# Christmas Shopping



## cw955 (Apr 8, 2003)

A couple were Christmas shopping. The shopping centre was packed and, as the wife walked through one of the malls, she was surprised to look around and find her husband was nowhere to be seen. 
She was quite upset because they had a lot to do.
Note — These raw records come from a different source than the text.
@dataclass(frozen=True)
class MarginRow:
    """Separation of one excitation from one mode at the current speed.

    Attributes
    ----------
    mode, excitation : str
        Mode name and excitation label ('1x', '9x', '2xLF').
    order : float or None
        Order of running speed, None for a fixed-frequency excitation.
    mode_hz, excitation_hz : float
        Frequencies, Hz.
    margin_pct : float
        Separation margin, percent of the mode frequency.
    side : {'below', 'above'}
        Where the mode lies relative to the excitation.
    required_pct : float
        Required margin on this side, percent; 0 means none required.
    approach_pct : float
        Edge of the approach band, percent (``approach_factor * required_pct``).
    basis : str
        Source of the required margin (see :class:`RequiredMargin`).
    amplification_factor : float or None
    frequency_ratio : float
        Excitation over mode frequency.
    amplification : float or None
        SDOF dynamic amplification at ``frequency_ratio`` (None without damping data).
    in_half_power_band : bool
        Excitation inside the mode's half-power band (``|r - 1| <= zeta``), the resonance
        peak itself.
    status : {'clear', 'approach', 'inside'}
    """

    mode: str
    excitation: str
    order: float | None
    mode_hz: float
    excitation_hz: float
    margin_pct: float
    side: Side
    required_pct: float
    approach_pct: float
    basis: str
    amplification_factor: float | None
    frequency_ratio: float
    amplification: float | None
    in_half_power_band: bool
    status: Status

    @property
    def subject(self) -> str:
        """Alarm subject: ``'<mode>@<excitation>'``."""
        return f"{self.mode}@{self.excitation}"

    def to_json(self) -> dict:
        return {
            "mode": self.mode,
            "excitation": self.excitation,
            "order": self.order,
            "mode_hz": self.mode_hz,
            "excitation_hz": self.excitation_hz,
            "margin_pct": self.margin_pct,
            "side": self.side,
            "required_pct": self.required_pct,
            "approach_pct": self.approach_pct,
            "basis": self.basis,
            "amplification_factor": self.amplification_factor,
            "frequency_ratio": self.frequency_ratio,
            "amplification": self.amplification,
            "in_half_power_band": self.in_half_power_band,
            "status": self.status,
        }


def separation_margin(excitation_hz: float, mode_hz: float) -> tuple[float, Side]:
    """Separation margin (percent of ``mode_hz``) and the side the mode lies on."""
    if not (math.isfinite(mode_hz) and mode_hz > 0):
        raise ValueError(f"mode_hz must be a positive finite frequency, got {mode_hz!r}.")
    if not (math.isfinite(excitation_hz) and excitation_hz >= 0):
        raise ValueError(f"excitation_hz must be finite and >= 0, got {excitation_hz!r}.")
    side: Side = "below" if mode_below(excitation_hz, mode_hz) else "above"
    return margin_pct(excitation_hz, mode_hz), side


def margin_pct(excitation_hz: Any, mode_hz: Any) -> Any:
    """Separation margin ``|f_exc - f_mode| / f_mode * 100``, percent of the mode frequency
    (Hz in; floats or numpy arrays alike, unchecked: :func:`separation_margin` checks)."""
    return abs(excitation_hz - mode_hz) / mode_hz * 100.0


def mode_below(excitation_hz: Any, mode_hz: Any) -> Any:
    """Whether the mode lies below the excitation (a mode at the excitation counts as
    below), so that the mode's ``below`` required margin applies (floats or arrays)."""
    return mode_hz <= excitation_hz


def margin_table(
    machine: Machine,
    speed_hz: float,
    *,
    approach_factor: float = DEFAULT_APPROACH_FACTOR,
    machine_default_pct: float | None = None,
) -> tuple[MarginRow, ...]:
    """Margins of every excitation of ``machine`` from every mode at ``speed_hz`` (Hz).

    Rows are ordered by mode, then excitation. See :class:`MarginRow`.
    """
    grid = MarginGrid(machine, approach_factor=approach_factor, machine_default_pct=machine_default_pct)
    return grid.rows(grid.compute(speed_hz))


@dataclass(frozen=True, eq=False)
class MarginState:
    """All (mode, excitation) margins at one speed as (modes x excitations) arrays.

    ``exc_hz`` (E,) Hz; ``margin_pct``, ``required_pct``, ``approach_pct`` in percent;
    ``ratio`` excitation over mode frequency; ``mode_below`` the mode lies below the
    excitation; ``half_power`` inside the half-power band; ``status`` 0 clear, 1 approach,
    2 inside.
    """

    speed_hz: float
    exc_hz: np.ndarray
    margin_pct: np.ndarray
    required_pct: np.ndarray
    approach_pct: np.ndarray
    ratio: np.ndarray
    mode_below: np.ndarray
    half_power: np.ndarray
    status: np.ndarray


_STATUS: tuple[Status, ...] = ("clear", "approach", "inside")


class _Pair(NamedTuple):
    """One (mode, excitation) pair of a :class:`MarginGrid`: mode frequency (Hz), order
    of running speed (0 for a fixed excitation), fixed frequency (Hz), required margins
    (percent) with the mode below and above the excitation."""

    mode_hz: float
    order: float
    fixed_hz: float
    required_below_pct: float
    required_above_pct: float


class PairMargin(NamedTuple):
    """The margin of one pair at one speed (:meth:`MarginGrid.pair`): percent of the mode
    frequency, the required and approach margins on its side (percent), and the
    excitation over the mode frequency."""

    margin_pct: float
    required_pct: float
    approach_pct: float
    frequency_ratio: float


class MarginGrid:
    """The margins of one machine, set up once and evaluated per speed with numpy.

    The per-reading path of detection: :meth:`compute` gives arrays, :meth:`row` or
    :meth:`rows` the :class:`MarginRow` objects on demand. :func:`margin_table` is this.
    """

    def __init__(self, machine: Machine, *, approach_factor: float = DEFAULT_APPROACH_FACTOR,
                 machine_default_pct: float | None = None) -> None:
        if not (math.isfinite(approach_factor) and approach_factor >= 1.0):
            raise ValueError(f"approach_factor must be a finite number >= 1, got {approach_factor!r}.")
        self.approach_factor = float(approach_factor)
        self.modes = machine.modes
        self.required = tuple(required_margin(m, machine_default_pct) for m in machine.modes)
        zetas = [_zeta_of(m) for m in machine.modes]
        self.mode_hz = np.array([float(m.frequency_hz) for m in machine.modes]).reshape(-1, 1)
        self.req_below = np.array([r.below_pct for r in self.required]).reshape(-1, 1)
        self.req_above = np.array([r.above_pct for r in self.required]).reshape(-1, 1)
        self.zeta = np.array([np.nan if z is None else z for z in zetas]).reshape(-1, 1)
        self.zetas = zetas
        orders = sorted(set(float(o) for o in machine.excitation_orders))
        self.labels = [order_label(o) for o in orders]
        self.orders: list[float | None] = list(orders)
        fixed = [0.0] * len(orders)
        if machine.line_frequency_hz:
            self.labels.append("2xLF")
            self.orders.append(None)
            fixed.append(2.0 * float(machine.line_frequency_hz))
        self.order_arr = np.array([0.0 if o is None else o for o in self.orders])
        self.fixed_arr = np.array(fixed)
        self.n_exc = len(self.labels)
        self.subjects = [f"{m.name}@{lab}" for m in machine.modes for lab in self.labels]
        # Per flat pair (mode-major, as subjects), as floats for :meth:`pair`.
        self.pairs = [_Pair(float(self.mode_hz[i, 0]), float(self.order_arr[j]), float(self.fixed_arr[j]),
                            float(self.req_below[i, 0]), float(self.req_above[i, 0]))
                      for i in range(len(self.modes)) for j in range(self.n_exc)]

    def compute(self, speed_hz: float) -> MarginState:
        s = float(speed_hz)
        if not (math.isfinite(s) and s >= 0):
            raise ValueError(f"speed_hz must be finite and >= 0, got {speed_hz!r}.")
        exc = self.order_arr * s + self.fixed_arr
        fm = self.mode_hz
        sm = margin_pct(exc, fm)
        below = mode_below(exc, fm)
        req = np.where(below, self.req_below, self.req_above)
        appr = req * self.approach_factor
        r = exc / fm
        with np.errstate(invalid="ignore"):
            hp = (np.abs(r - 1.0) <= self.zeta) & (req > 0)
        status = np.where((req > 0) & (sm < req), 2, np.where((req > 0) & (sm < appr), 1, 0))
        return MarginState(s, exc, sm, req, appr, r, below, hp, status)

    def pair(self, index: int, speed_hz: float) -> PairMargin:
        """The margin of flat pair ``index`` (mode-major, as :attr:`subjects`) at running
        speed ``speed_hz`` (Hz, unchecked): :meth:`compute` for one pair, in floats (the
        same operations, so the same numbers), for callers that look at a few pairs."""
        mode_hz, order, fixed_hz, required_below_pct, required_above_pct = self.pairs[index]
        exc = order * speed_hz + fixed_hz
        required = required_below_pct if mode_below(exc, mode_hz) else required_above_pct
        return PairMargin(margin_pct(exc, mode_hz), required, required * self.approach_factor, exc / mode_hz)

    def row(self, st: MarginState, index: int) -> MarginRow:
        """The row of flat ``index`` (mode-major, as :attr:`subjects`)."""
        i, j = divmod(index, self.n_exc)
        z = self.zetas[i]
        r = float(st.ratio[i, j])
        req = self.required[i]
        return MarginRow(
            mode=self.modes[i].name, excitation=self.labels[j], order=self.orders[j],
            mode_hz=float(self.mode_hz[i, 0]), excitation_hz=float(st.exc_hz[j]),
            margin_pct=float(st.margin_pct[i, j]),
            side="below" if st.mode_below[i, j] else "above",
            required_pct=float(st.required_pct[i, j]), approach_pct=float(st.approach_pct[i, j]),
            basis=req.basis, amplification_factor=req.amplification_factor, frequency_ratio=r,
            amplification=_amplification(r, z, math.sqrt) if z is not None and z < 1.0 else None,
            in_half_power_band=bool(st.half_power[i, j]), status=_STATUS[int(st.status[i, j])],
        )

    def rows(self, st: MarginState) -> tuple[MarginRow, ...]:
        return tuple(self.row(st, k) for k in range(len(self.subjects)))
She became so worried she called him on her mobile phone to ask him where he was. 
In a quiet voice he said, "Do you remember the jewellers we went into about five years ago where you fell in love with that diamond necklace we couldn't afford and I told you I would get it for you one day?" 
The wife choked up and started to cry and said, "Yes, I do remember that shop." 
He replied, "Well, I'm in the pub next door."


----------



## YELLOW_TT (Feb 25, 2004)

:lol: as it should be


----------



## davelincs (Jan 1, 2010)

:lol:


----------



## A3DFU (May 7, 2002)

typical man: always thinking with the stomach :evil:


----------



## j8keith (Jun 26, 2009)

:lol: :lol: :lol:


----------



## John-H (Jul 13, 2005)

A3DFU said:


> typical man: always thinking with the stomach :evil:


 :lol: :lol:

[smiley=cheers.gif] [smiley=jester.gif]


----------



## sexytt (Sep 29, 2013)

Doh!!! :roll:  Lois


----------